En 1513, le pape Jules II meurt. Malgré leurs fréquentes disputes, ce chef de l'Église fut un grand ami de Michel-Ange et avait pour lui un profond respect. Son successeur Léon X, un Médicis, demande à Michel-Ange de terminer la façade extérieure de la basilique San Lorenzo de Florence et de l’orner de sculptures. Il accepte à contrecœur, en fait les plans, mais est incapable d’accéder à cette demande : la façade de l'édifice est restée nue jusqu'à ce jour. Après la mort de Léon X, l'austère pape Adrien VI n'a aucune commande pour lui.

De retour à Florence, de 1519 à 1531, Michel-Ange réalise pour les Médicis la Sagrestia Nuova (sacristie neuve), une des chapelles Médicis, où il sculpte notamment les tombeaux des ducs Laurent et de Julien avant de laisser terminer l'ensemble par ses élèves (notamment Montorsoli). Durant le même séjour, la famille florentine lui commande la bibliothèque Laurentienne, destinée à accueillir les livres de Laurent le Magnifique : débutée en 1524, elle reste inachevée lors du départ de l’artiste et ne fut terminée qu’entre 1551 et 1571 par Ammanati.

En 1527, les citoyens de Florence — encouragés par le sac de Rome — renversent les Médicis et restaurent la République. Un siège de la ville suit, où Michel-Ange vient en aide à sa Florence bien-aimée en travaillant sur les fortifications de la ville en 1528 et 1529. La ville tombe en 1530 et le règne des Médicis est restauré.

En 1532, Michel-Ange revient à Rome après un séjour de plusieurs années à Florence — au cours duquel, il avait pris parti contre le pape dans le conflit avec l'empereur Charles Quint — et Clément VII lui ayant pardonné, lui demande de peindre les deux murs latéraux de la chapelle Sixtine. Il devait y représenter la Chute des anges rebelles et le Jugement dernier. Presque aussitôt, il se met à l'étude pour réaliser ce projet démesuré. Clément VII étant mort (en 1534), il songe à renoncer à ce travail pour reprendre le Tombeau de Jules II quand le pape Paul III s'y oppose et le nomme en 1535 architecte, peintre et sculpteur du Vatican. La fresque du Jugement dernier sur le mur d’autel fut seule exécutée pour n'être finalement achevée qu'en 1541.

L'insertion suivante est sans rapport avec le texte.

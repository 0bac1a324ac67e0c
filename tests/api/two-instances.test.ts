/**
 * Two service processes on one PostgreSQL, on two ports, as behind a load balancer: the
 * randomized sync simulation with clients spread across both and one instance restarted
 * mid-run; a sign-out on one ends the session on the other; failed sign-ins split across both
 * trip the account limit exactly as on one; an edit pushed through one reaches a client
 * streaming events from the other within 2 s (PostgreSQL LISTEN/NOTIFY).
 */
import { mkdtempSync, rmSync } from 'node:fs';
import { tmpdir } from 'node:os';
import { join } from 'node:path';
import { randomUUID } from 'node:crypto';
import { afterAll, beforeAll, describe, expect, it } from 'vitest';
import { freePort } from '../../server/bootstrap/postgres';
import { testDatabaseUrl } from '../support/database';
import { testMail, type TestMail } from '../support/mail';
import { startInstance, type Instance } from '../support/instance';
import { scenarioDoc } from '../support/scenario-doc';
import { call, runSyncSimulation, signUp } from '../support/sync-simulation';

let mail: TestMail;
let dataDir: string;
const ports: number[] = [];
const instances: (Instance | null)[] = [null, null];
const base = (i: number) => `http://127.0.0.1:${ports[i]}`;

async function start(i: number): Promise<void> {
  instances[i] = await startInstance(ports[i], {
    DATABASE_URL: testDatabaseUrl(),
    SALTATION_DATA_DIR: dataDir,
    JWT_SECRET: 'two-instances-secret-0123456789abcdef',
    SMTP_URL: mail.url,
    APP_URL: 'http://app.saltation.test',
  });
}

async function stop(i: number): Promise<void> {
  await instances[i]?.stop();
  instances[i] = null;
}

beforeAll(async () => {
  mail = await testMail();
  dataDir = mkdtempSync(join(tmpdir(), 'saltation-two-'));
  ports.push(await freePort(), await freePort());
  // both at once: the advisory lock makes them migrate and seed once
  await Promise.all([start(0), start(1)]);
}, 120000);

afterAll(async () => {
  await Promise.all([stop(0), stop(1)]);
  await mail.close();
  rmSync(dataDir, { recursive: true, force: true });
});

describe('two instances on one database', () => {
  it('the sync simulation with clients on both and instance 2 restarted mid-run loses nothing, and every client converges', async () => {
    // the simulation asserts no loss and convergence itself
    await runSyncSimulation({
      seed: 4,
      mail,
      baseFor: (client) => base(client === 0 ? 0 : 1),
      restart: async (whileDown) => {
        await stop(1);
        await whileDown();
        await start(1);
      },
    });
  }, 180000);

  it('a sign-out on one instance ends the session on the other', async () => {
    const u = await signUp(base(0), 'two-signout');
    await call(base(1), u.token, 'GET', '/me');
    await call(base(0), u.token, 'POST', '/auth/signout');
    const after = await fetch(`${base(1)}/api/me`, {
      headers: { Authorization: `Bearer ${u.token}` },
    });
    expect(after.status).toBe(401);
  });

  it('ten failed sign-ins for one account, split across both, trip the account limit as on one instance', async () => {
    const u = await signUp(base(0), 'two-limit');
    const attempt = (i: number, password: string) =>
      fetch(`${base(i)}/api/auth/signin`, {
        method: 'POST',
        headers: { 'Content-Type': 'application/json' },
        body: JSON.stringify({ email: u.email, password }),
      }).then((r) => r.status);
    const statuses: number[] = [];
    for (let k = 0; k < 10; k++) statuses.push(await attempt(k % 2, 'wrong-password-1'));
    expect(statuses).toEqual(new Array(10).fill(401));
    // the eleventh is refused on either instance, even with the right password
    expect(await attempt(0, u.password)).toBe(429);
    expect(await attempt(1, u.password)).toBe(429);
  });

  it('an edit pushed through one instance reaches a client streaming events from the other within 2 s', async () => {
    const u = await signUp(base(0), 'two-events');
    const { set } = await call<{ set: { id: string } }>(base(0), u.token, 'POST', '/sets', {
      name: 'Events set',
    });
    const controller = new AbortController();
    const stream = await fetch(`${base(1)}/api/sync/events`, {
      headers: { Authorization: `Bearer ${u.token}` },
      signal: controller.signal,
    });
    expect(stream.headers.get('content-type')).toMatch(/text\/event-stream/);
    const reader = stream.body!.getReader();
    const decoder = new TextDecoder();
    let text = '';
    const next = async (pattern: RegExp) => {
      while (!pattern.test(text)) {
        const { value, done } = await reader.read();
        if (done) throw new Error('the stream ended');
        text += decoder.decode(value);
      }
    };
    await next(/event: ready/);
    text = '';
    const id = randomUUID();
    const pushedAt = performance.now();
    await call(base(0), u.token, 'POST', '/sync/push', {
      mutations: [
        {
          mutationId: randomUUID(),
          scenarioId: id,
          setId: set.id,
          baseRevision: 0,
          document: scenarioDoc(id, 'Pushed through instance 1', 'live'),
        },
      ],
    });
    await next(/event: change\ndata: \{"space":"user:/);
    const delay = performance.now() - pushedAt;
    controller.abort();
    expect(delay).toBeLessThan(2000);
  });
});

En 1535, il rencontre Tommaso dei Cavalieri avec qui il aura une « amitié amoureuse » comme le révèlent ses poèmes. Il rencontre également Vittoria Colonna, avec qui il a de longues conversations et en qui il voit une figure divine. C'est elle qui le rapproche des orientations iréniques du groupe des Spirituels inspirés par le cardinal Reginald Pole.

Le projet du tombeau de Jules II devient un mausolée contenant un simple cénotaphe dans la basilique Saint-Pierre-aux-Liens en 1545, soit quarante ans après la commande initiale.

À partir de 1546, il est nommé architecte de la basilique Saint-Pierre. Il revient au plan en croix grecque proposé par Bramante et simplifie le dôme, lui donnant un aspect plus léger. En 1561, le pape Pie IV lui confie la construction de la basilique Sainte-Marie-des-Anges-et-des-Martyrs dans les thermes de Dioclétien, œuvre qu'il ne pourra mener à son terme.

Michel-Ange reste actif jusqu'à la fin de sa vie, prenant part à la vie artistique de son temps, conseillant et recommandant tel ou tel de ses disciples, en patriarche déjà envahi par son mythe. Six jours avant sa mort, il travaille encore à la Pietà Rondanini. Il meurt, à Rome, le 18 février 1564 à l’âge de quatre-vingt-huit ans, en présence de nombreux médecins et amis les plus intimes, en premier lieu Tommaso dei Cavalieri. Selon ses volontés, son corps est rapatrié le 29 mars à Florence, où il est enterré dans la basilique Santa Croce avec les honneurs nationaux. Ses funérailles (organisées par une commission médicéenne composée des peintres Bronzino et Vasari et des sculpteurs Cellini et Ammanati, les grandes toiles décoratives qui servent aux obsèques solennelles étant peintes par Santi di Tito, l'oraison funèbre étant prononcée par Benedetto Varchi) qui sont l'objet d'une récupération politique, religieuse, institutionnelle (elles sont l'occasion de lancement de l'Académie du dessin de Florence) et vasarienne, scellent le statut atteint par l'artiste et consacrent son mythe.